What the exercise asks: Could you set down exactly the lines of the data below, starting at the one that holds "assert.InDelta(t, 20, s.Drops[1].DeltaT, 1e-9)" and ending at the one that holds "assert.InDelta(t, 0.3, s.Sinks[1].Share, 1e-12)", both included, and only those?
☆ ☆ ☆ ☆ ☆ ☆ ☆
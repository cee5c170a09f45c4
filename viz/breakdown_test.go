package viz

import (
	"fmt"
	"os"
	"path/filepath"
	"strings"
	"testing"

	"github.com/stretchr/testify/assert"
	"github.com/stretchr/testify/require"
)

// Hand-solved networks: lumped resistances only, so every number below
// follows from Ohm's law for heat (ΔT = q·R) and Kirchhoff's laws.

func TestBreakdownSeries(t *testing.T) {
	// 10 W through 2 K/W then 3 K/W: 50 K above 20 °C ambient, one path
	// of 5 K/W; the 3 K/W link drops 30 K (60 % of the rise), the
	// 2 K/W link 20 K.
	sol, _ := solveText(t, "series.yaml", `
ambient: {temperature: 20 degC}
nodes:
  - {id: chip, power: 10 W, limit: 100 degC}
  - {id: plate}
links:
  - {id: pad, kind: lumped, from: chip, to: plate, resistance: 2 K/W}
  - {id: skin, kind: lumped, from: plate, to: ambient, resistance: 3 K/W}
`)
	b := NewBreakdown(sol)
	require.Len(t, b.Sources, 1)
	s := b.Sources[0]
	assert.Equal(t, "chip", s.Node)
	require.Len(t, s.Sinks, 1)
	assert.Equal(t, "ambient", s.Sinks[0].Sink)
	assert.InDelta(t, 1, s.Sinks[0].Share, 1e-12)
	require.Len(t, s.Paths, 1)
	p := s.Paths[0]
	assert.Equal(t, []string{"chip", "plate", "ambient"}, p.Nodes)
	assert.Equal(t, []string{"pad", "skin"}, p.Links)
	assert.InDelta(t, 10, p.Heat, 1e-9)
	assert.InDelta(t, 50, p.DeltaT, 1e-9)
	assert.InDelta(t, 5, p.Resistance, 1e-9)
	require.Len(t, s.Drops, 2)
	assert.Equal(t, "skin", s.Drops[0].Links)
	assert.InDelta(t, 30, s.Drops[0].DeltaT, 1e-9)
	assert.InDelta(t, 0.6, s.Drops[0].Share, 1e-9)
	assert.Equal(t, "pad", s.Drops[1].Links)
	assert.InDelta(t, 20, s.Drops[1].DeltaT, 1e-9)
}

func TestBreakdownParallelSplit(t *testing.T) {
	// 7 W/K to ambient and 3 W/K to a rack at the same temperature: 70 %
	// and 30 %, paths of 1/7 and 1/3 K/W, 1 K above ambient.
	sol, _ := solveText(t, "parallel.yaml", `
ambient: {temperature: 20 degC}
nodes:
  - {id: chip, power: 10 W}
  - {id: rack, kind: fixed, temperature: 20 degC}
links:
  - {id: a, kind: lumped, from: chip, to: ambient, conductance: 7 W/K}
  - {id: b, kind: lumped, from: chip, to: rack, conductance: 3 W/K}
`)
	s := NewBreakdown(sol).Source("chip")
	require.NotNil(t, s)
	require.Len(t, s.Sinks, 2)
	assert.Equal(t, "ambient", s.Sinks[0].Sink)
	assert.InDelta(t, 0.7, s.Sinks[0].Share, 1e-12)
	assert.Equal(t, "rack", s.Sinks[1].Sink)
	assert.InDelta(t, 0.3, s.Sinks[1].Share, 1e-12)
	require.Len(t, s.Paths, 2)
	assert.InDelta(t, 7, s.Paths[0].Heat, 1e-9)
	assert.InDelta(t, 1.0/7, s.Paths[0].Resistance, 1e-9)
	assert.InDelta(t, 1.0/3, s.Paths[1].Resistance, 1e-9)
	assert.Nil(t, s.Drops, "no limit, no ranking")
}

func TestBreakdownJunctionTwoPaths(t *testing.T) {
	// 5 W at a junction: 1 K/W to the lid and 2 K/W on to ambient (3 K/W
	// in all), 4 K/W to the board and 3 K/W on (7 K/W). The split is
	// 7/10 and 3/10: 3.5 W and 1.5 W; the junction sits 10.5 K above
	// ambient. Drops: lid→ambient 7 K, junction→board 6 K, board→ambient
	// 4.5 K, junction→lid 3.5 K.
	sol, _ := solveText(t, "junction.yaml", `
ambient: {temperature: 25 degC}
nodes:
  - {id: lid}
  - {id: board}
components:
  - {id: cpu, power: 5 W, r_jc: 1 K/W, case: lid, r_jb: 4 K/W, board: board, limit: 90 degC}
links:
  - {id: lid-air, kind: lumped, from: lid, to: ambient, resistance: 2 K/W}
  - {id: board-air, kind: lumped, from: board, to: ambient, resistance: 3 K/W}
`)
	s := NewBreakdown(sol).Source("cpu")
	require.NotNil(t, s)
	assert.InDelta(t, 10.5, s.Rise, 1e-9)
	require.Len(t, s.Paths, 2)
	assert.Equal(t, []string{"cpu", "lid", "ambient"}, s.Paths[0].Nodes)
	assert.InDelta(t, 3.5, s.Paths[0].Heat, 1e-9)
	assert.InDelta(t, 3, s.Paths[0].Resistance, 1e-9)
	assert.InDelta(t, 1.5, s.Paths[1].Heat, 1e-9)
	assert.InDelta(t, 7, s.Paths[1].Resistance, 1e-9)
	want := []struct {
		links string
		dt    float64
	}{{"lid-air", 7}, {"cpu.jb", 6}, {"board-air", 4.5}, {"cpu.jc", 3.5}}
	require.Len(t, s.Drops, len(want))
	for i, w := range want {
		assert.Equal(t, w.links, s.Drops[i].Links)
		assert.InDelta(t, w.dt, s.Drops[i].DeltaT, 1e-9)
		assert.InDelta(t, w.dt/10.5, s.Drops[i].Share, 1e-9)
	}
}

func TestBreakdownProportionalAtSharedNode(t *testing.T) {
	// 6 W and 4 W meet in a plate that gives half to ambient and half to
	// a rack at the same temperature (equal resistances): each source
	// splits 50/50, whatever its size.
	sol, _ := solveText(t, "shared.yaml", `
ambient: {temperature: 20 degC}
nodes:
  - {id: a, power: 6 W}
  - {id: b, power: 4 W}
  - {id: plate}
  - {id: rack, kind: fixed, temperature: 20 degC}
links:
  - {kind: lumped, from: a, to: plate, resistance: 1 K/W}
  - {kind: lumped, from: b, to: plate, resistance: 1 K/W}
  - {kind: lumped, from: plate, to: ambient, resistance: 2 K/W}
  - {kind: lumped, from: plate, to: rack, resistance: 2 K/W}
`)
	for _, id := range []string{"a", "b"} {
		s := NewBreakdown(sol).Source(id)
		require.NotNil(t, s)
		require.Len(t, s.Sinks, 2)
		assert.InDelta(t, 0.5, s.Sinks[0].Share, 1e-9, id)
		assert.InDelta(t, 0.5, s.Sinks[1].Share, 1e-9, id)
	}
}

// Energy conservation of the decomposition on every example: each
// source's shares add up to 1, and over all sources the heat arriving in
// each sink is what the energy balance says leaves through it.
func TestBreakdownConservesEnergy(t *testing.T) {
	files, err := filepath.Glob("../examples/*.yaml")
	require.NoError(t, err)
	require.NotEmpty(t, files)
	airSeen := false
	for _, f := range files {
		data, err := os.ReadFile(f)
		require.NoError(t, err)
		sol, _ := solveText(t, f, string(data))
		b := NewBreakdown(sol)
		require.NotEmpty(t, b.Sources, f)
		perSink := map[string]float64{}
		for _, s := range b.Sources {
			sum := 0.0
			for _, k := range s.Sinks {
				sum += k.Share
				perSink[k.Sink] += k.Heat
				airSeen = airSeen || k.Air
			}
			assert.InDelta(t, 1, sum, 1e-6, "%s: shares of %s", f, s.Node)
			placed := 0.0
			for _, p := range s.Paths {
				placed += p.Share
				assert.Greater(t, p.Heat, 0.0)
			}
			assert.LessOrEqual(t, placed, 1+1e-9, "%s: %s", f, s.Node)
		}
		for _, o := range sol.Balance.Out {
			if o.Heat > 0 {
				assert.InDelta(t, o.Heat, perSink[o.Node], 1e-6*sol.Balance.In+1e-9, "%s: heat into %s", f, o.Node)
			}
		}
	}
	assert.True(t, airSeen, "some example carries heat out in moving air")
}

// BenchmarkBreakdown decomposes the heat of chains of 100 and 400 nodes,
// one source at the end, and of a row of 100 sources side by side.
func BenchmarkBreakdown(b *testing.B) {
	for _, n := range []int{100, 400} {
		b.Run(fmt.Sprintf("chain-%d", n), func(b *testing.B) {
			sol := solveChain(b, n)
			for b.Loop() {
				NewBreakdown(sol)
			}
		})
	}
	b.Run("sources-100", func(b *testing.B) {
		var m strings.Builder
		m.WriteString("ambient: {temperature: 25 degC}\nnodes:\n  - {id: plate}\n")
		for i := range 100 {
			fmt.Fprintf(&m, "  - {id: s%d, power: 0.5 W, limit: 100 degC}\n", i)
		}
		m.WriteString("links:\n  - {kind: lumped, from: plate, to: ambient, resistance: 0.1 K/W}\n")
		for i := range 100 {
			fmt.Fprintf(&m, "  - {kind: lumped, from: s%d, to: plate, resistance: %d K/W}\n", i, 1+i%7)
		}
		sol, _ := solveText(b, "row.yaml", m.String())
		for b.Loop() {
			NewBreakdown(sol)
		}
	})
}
☆ ☆ ☆ ☆ ☆ ☆ ☆
Response area:
	assert.InDelta(t, 20, s.Drops[1].DeltaT, 1e-9)
}

func TestBreakdownParallelSplit(t *testing.T) {
	// 7 W/K to ambient and 3 W/K to a rack at the same temperature: 70 %
	// and 30 %, paths of 1/7 and 1/3 K/W, 1 K above ambient.
	sol, _ := solveText(t, "parallel.yaml", `
ambient: {temperature: 20 degC}
nodes:
  - {id: chip, power: 10 W}
  - {id: rack, kind: fixed, temperature: 20 degC}
links:
  - {id: a, kind: lumped, from: chip, to: ambient, conductance: 7 W/K}
  - {id: b, kind: lumped, from: chip, to: rack, conductance: 3 W/K}
`)
	s := NewBreakdown(sol).Source("chip")
	require.NotNil(t, s)
	require.Len(t, s.Sinks, 2)
	assert.Equal(t, "ambient", s.Sinks[0].Sink)
	assert.InDelta(t, 0.7, s.Sinks[0].Share, 1e-12)
	assert.Equal(t, "rack", s.Sinks[1].Sink)
	assert.InDelta(t, 0.3, s.Sinks[1].Share, 1e-12)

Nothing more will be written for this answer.